Humming-birds surpass all others in the wondrous beauty of their plumage, which depends not so much on colour as metallic lustre reflecting all the hues of the most precious stones—amethyst, ruby, sapphire, emerald, and topaz gleaming and sparkling from their bodies with a fire and intensity truly marvellous. "In some cases," as Professor Newton aptly describes it, "this radiance beams from the brow, in some it glows from the throat, in others it shines from the tail-coverts, in others it sparkles from the tips of elongated feathers that crest the head or surround the neck as with a frill, while again in others it may appear as a luminous streak across the cheek.... The feathers that cover the upper parts of the body very frequently have a metallic lustre of golden green, which in other birds would be thought sufficiently beautiful, but in the [humming-birds] its sheen is overspread by the almost dazzling splendour that radiates from the spots where Nature's lapidary has set her jewels."

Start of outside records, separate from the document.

def _times(events, name, energised):
    return [e.t_s for e in events if e.name == name and e.energised == energised]


def test_reversal_is_break_before_make(board):
    # Common practice (relay switching of receiver inputs): the receiver is protected
    # before the feed changes and reconnected only after the contacts have settled.
    req(board, 1, "SET", ("end", "A"), ("mask", 3), ("open", 0))
    start = len(board.events())
    req(board, 2, "SET", ("end", "B"), ("mask", 96), ("open", 0))
    ev = board.events()[start:]
    prot_on = _times(ev, "PROT", True)
    prot_off = _times(ev, "PROT", False)
    rev = _times(ev, "REV", True)
    ladder = [e.t_s for e in ev if e.name.startswith("L")]
    assert len(prot_on) == 1 and len(prot_off) == 1 and len(rev) == 1 and len(ladder) == 4
    assert prot_on[0] + 0.005 <= rev[0]  # PROT settle 5 ms before the swap
    assert rev[0] + 0.008 <= min(ladder)  # REV settle 8 ms
    assert max(ladder) + 0.005 <= prot_off[0]  # ladder settle before reconnecting
    assert [e.name for e in ev][0] == "PROT" and [e.name for e in ev][-1] == "PROT"
    assert board.state() == ("B", 96, False)


def test_ladder_change_without_protection_when_configured(tmp_path):
    b = InProcessBoard(config(protect_ladder=False), tmp_path)
    b.boot()
    start = len(b.events())
    req(b, 1, "SET", ("end", "A"), ("mask", 5), ("open", 1))
    names = {e.name for e in b.events()[start:]}
    assert names == {"L0", "L2", "OPEN"}
    start = len(b.events())
    req(b, 2, "SET", ("end", "B"), ("mask", 5), ("open", 1))  # a swap always protects
    assert [e.name for e in b.events()[start:]] == ["PROT", "REV", "PROT"]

Besides this brilliancy of colour and variety in form—variety due to the development of these crests and frills, or to the forking and elongation of the tail-feathers—still further changes are brought about by the modification of the bill, which may be produced into a long straight style, longer than the body of the bird, or turned up like that of the avocet or down like that of the curlew. These changes are adaptations to the bird's methods of feeding, some seeking their food from the long tubular corollas of flowers, and requiring, therefore, very elongated beaks, others from more open and easily accessible flowers, whilst others hunt among leaves, especially the under-surfaces, the quarry consisting mainly of insects attracted by the honey secreted by the flowers, or those living on the leaves. Not only the beak but the tongue also has undergone great modification in this group, its outer sheath curling up on each side into a thin scroll, so as to form a pair of tubes, the exact use of which is unknown. The wings, like those of the swift, have undergone a certain amount of change in the relative proportion of the several regions, and in the form and number of the quill-feathers, whilst the legs have become considerably reduced in size. In some species each leg is surrounded by a little tuft of down, which may be black, brown, or snow-white in colour. In size these birds vary from 8 inches to scarcely more than 3 inches.

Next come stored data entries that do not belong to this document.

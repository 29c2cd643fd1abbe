/**
 * Code lenses, the Solve and Linearize commands and the stale-block quick fix, through the real server
 * over stdio. The edits arrive as `workspace/applyEdit` requests; the test client applies them to its copy
 * of the document and sends the change back, as an editor does.
 *
 * Expected values are derived by hand from the model text (steady state: every derivative zero; the
 * derivative of a square root) or read from the reference linear models in ../shared/reference, which
 * were computed outside this project (SymPy/mpmath/NumPy; see its README).
 */
import * as fs from 'fs';
import * as path from 'path';
import { pathToFileURL } from 'url';
import { afterAll, beforeAll, describe, expect, it } from 'vitest';
import type { CodeAction, CodeLens, Diagnostic } from 'vscode-languageserver-protocol';
import { analyze, analyzeDocuments } from '../../server/src/core/pipeline/analysis';
import { cliSources } from '../../server/src/cli/sourceHost';
import { EXAMPLES, REFERENCE } from '../helpers/cli';
import { readReferenceFile } from '../helpers/reference';
import { readBlock } from './blocks';
import { startSession, uriOf, type Session } from './session';
import { exampleModels } from '../helpers/examples';

let s: Session;
beforeAll(async () => {
  s = await startSession({ settings: { digits: 4 } });
});
afterAll(async () => {
  await s?.shutdown();
});

const BUFFER = fs.readFileSync(path.join(EXAMPLES, 'buffer_tank.poise'), 'utf8');

const lenses = (uri: string) => s.request<CodeLens[]>('textDocument/codeLens', { textDocument: { uri } });
const exec = (command: string, uri: string, point: string) =>
  s.request<{ applied: boolean; edits?: number; message?: string }>('workspace/executeCommand', { command, arguments: [uri, point] });
const solve = (uri: string, point: string) => exec('poise.server.solvePoint', uri, point);
const linearize = (uri: string, point: string) => exec('poise.server.linearizePoint', uri, point);
const titles = async (uri: string, point: string) => (await lenses(uri)).filter((l) => l.command?.arguments?.[1] === point).map((l) => l.command!.title);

"The beautiful nests of humming-birds," writes Professor Newton, "than which the fairies could not have conceived more delicate ... will be found on examination to be very solidly and tenaciously built, though the materials are generally of the slightest—cotton-wool, or some vegetable down, and spiders' webs. They vary greatly in form and ornamentation—for it would seem that the portions of lichen which frequently bestud them are affixed to their exterior with that object, though probably concealment was the original intention. They are mostly cup-shaped; and the singular fact is on record, that in one instance, as the young grew, the walls were heightened by the parents, until at last the nest was more than twice as big as when the eggs were laid and hatched."
CHAPTER XI.
PARROTS, CUCKOOS, AND PLANTAIN-EATERS.
Parrots.
"The art of taming wild animals," writes Mr. Jenks in his "History of Politics," "and making them serve the purposes of man, is one of the greatest discoveries of the world." He holds—and there can be little question as to its reasonableness—"that the domestication of animals converted the savage pack into the patriarchal tribe," and that the earliest domesticated animals were pets. How great a share, then, Parrots may have had in this civilisation and advancement no man can tell, for it is impossible to say how long these beautiful birds may have been esteemed as pets, or how early they were introduced to the notice of the civilised peoples of past generations. Certain it is, however, that for more than 2,000 years they have been held in the highest esteem.
Modern discovery has added enormously to the list of known parrots, so that to-day more than 500 different species have been described, and these may be divided into Nestors, Lories, Cockatoos, Cockateels, Macaws, and Kakapos.